Any specification that does not specify normalization explicitly (and all new specifications) is required to follow this set of specifications:

[S] Specifications that do not normalize MUST document or provide a health-warning if canonically equivalent but disjoint Unicode character sequences represent a security issue.

[S][I] Specifications and implementations MUST NOT assume that content is in any particular normalization form. The normalization form or lack of normalization for any given content has to be considered intentional.

[S][I] For namespaces and values that are restricted to the Basic Latin (ASCII) subset of Unicode, ACI and ACS matching MAY be specified.

[S][I] For namespaces and values that are not restricted to Basic Latin (ASCII), case-insensitive matching MUST specify either UniCF or locale-sensitive string comparison.

[I] Implementations MUST NOT alter the normalization form of content being exchanged, read, parsed, or processed as content might depend on the de-normalized representation.

[S] Specifications MUST specify that string matching takes the form of "code point-by-code point" comparison of the Unicode character sequence, or, if a specific Unicode character encoding is specified, code unit-by-code unit comparison of the sequences.

Unicode Normalizing Specifications

For specifications of text-based formats and protocols that have already defined Unicode Normalization as a requirement, the following requirements apply:

[S] Specifications of text-based formats and protocols MAY, as part of their syntax definition, require that the text be in normalized form. Any such specification MUST define string matching in terms of normalized string comparison and MUST define the normalized form to be NFC.

[S] [I] A text-processing component which receives suspect text MUST NOT perform any normalization-sensitive operations unless it has first either confirmed through inspection that the text is in normalized form or it has re-normalized the text itself. Private agreements MAY, however, be created within private systems which are not subject to these rules, but any externally observable results MUST be the same as if the rules had been obeyed.

[I] A text-processing component which modifies text and performs normalization-sensitive operations MUST behave as if normalization took place after each modification, so that any subsequent normalization-sensitive operations always behave as if they were dealing with normalized text.

[S] Specifications of text-based languages and protocols SHOULD define precisely the construct boundaries necessary to obtain a complete definition of full-normalization. These definitions SHOULD include at least the boundaries between markup and character data as well as entity boundaries (if the language has any include mechanism) , SHOULD include any other boundary that may create denormalization when instances of the language are processed, but SHOULD NOT include character escapes designed to express arbitrary characters.

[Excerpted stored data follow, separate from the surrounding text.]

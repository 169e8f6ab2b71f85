#include "widgets/save_location.hpp"

#include <QDir>
#include <QFileDialog>
#include <QFileInfo>
#include <QSettings>
#include <QStandardPaths>

namespace plumbline {

namespace {

QString keyOf(FolderUse use)
{
    return use == FolderUse::Reading ? QStringLiteral("paths/lastReadFolder") : QStringLiteral("paths/lastWriteFolder");
}

QString filterOf(const FileKind& kind)
{
    return QStringLiteral("%1 (*.%2)").arg(kind.label, kind.suffix);
}

} // namespace

QString lastFolder(FolderUse use)
{
    const QString folder = QSettings().value(keyOf(use)).toString();
    if (!folder.isEmpty() && QFileInfo(folder).isDir())
        return folder;
    const QString documents = QStandardPaths::writableLocation(QStandardPaths::DocumentsLocation);
    return use == FolderUse::Writing && QFileInfo(documents).isDir() ? documents : QDir::homePath();
}

void rememberFolderOf(const QString& path, FolderUse use)
{
    const QFileInfo info(path);
    QSettings().setValue(keyOf(use), info.isDir() ? info.absoluteFilePath() : info.absolutePath());
}

QString withSuffix(const QString& path, const QList<FileKind>& kinds, const QString& chosenFilter)
{
    for (const FileKind& kind : kinds)
        if (path.endsWith(QLatin1Char('.') + kind.suffix, Qt::CaseInsensitive))
            return path;
    for (const FileKind& kind : kinds)
        if (chosenFilter == filterOf(kind))
            return path + QLatin1Char('.') + kind.suffix;
    return kinds.isEmpty() ? path : path + QLatin1Char('.') + kinds.front().suffix;
}

QString askSaveLocation(QWidget* parent, const QString& title, const QString& suggestedName, const QList<FileKind>& kinds)
{
    QStringList filters;
    for (const FileKind& kind : kinds)
        filters << filterOf(kind);
    const QString start = QDir(lastFolder(FolderUse::Writing)).filePath(kinds.isEmpty() ? suggestedName : suggestedName + QLatin1Char('.') + kinds.front().suffix);
    QString chosenFilter;
    const QString path = QFileDialog::getSaveFileName(parent, title, start, filters.join(QStringLiteral(";;")), &chosenFilter);
    if (path.isEmpty())
        return {};
    const QString complete = withSuffix(path, kinds, chosenFilter);
    rememberFolderOf(complete, FolderUse::Writing);
    return complete;
}

QString askFolder(QWidget* parent, const QString& title)
{
    const QString folder = QFileDialog::getExistingDirectory(parent, title, lastFolder(FolderUse::Writing));
    if (!folder.isEmpty())
        rememberFolderOf(folder, FolderUse::Writing);
    return folder;
}

QString askOpenLocation(QWidget* parent, const QString& title, const QString& filter)
{
    const QString path = QFileDialog::getOpenFileName(parent, title, lastFolder(FolderUse::Reading), filter);
    if (!path.isEmpty())
        rememberFolderOf(path, FolderUse::Reading);
    return path;
}

} // namespace plumbline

[I] Authoring tool implementations for a (formal) language that does not mandate full-normalization SHOULD either prevent users from creating content with composing characters at the beginning of constructs that may be significant, such as at the beginning of an entity that will be included, immediately after a construct that causes inclusion or immediately after markup, or SHOULD warn users when they do so.

[S] Where operations may produce unnormalized output from normalized text input, specifications of API components (functions/methods) that implement these operations MUST define whether normalization is the responsibility of the caller or the callee. Specifications MAY state that performing normalization is optional for some API components; in this case the default SHOULD be that normalization is performed, and an explicit option SHOULD be used to switch normalization off. Specifications SHOULD NOT make the implementation of normalization optional.

[S] Specifications that define a mechanism (for example an API or a defining language) for producing textual data object SHOULD require that the final output of this mechanism be normalized.

Obsolete?

[S] [I] Specifications and implementations MUST document any deviation from the above requirements.

[S] Specifications MUST document any known security issues related to normalization.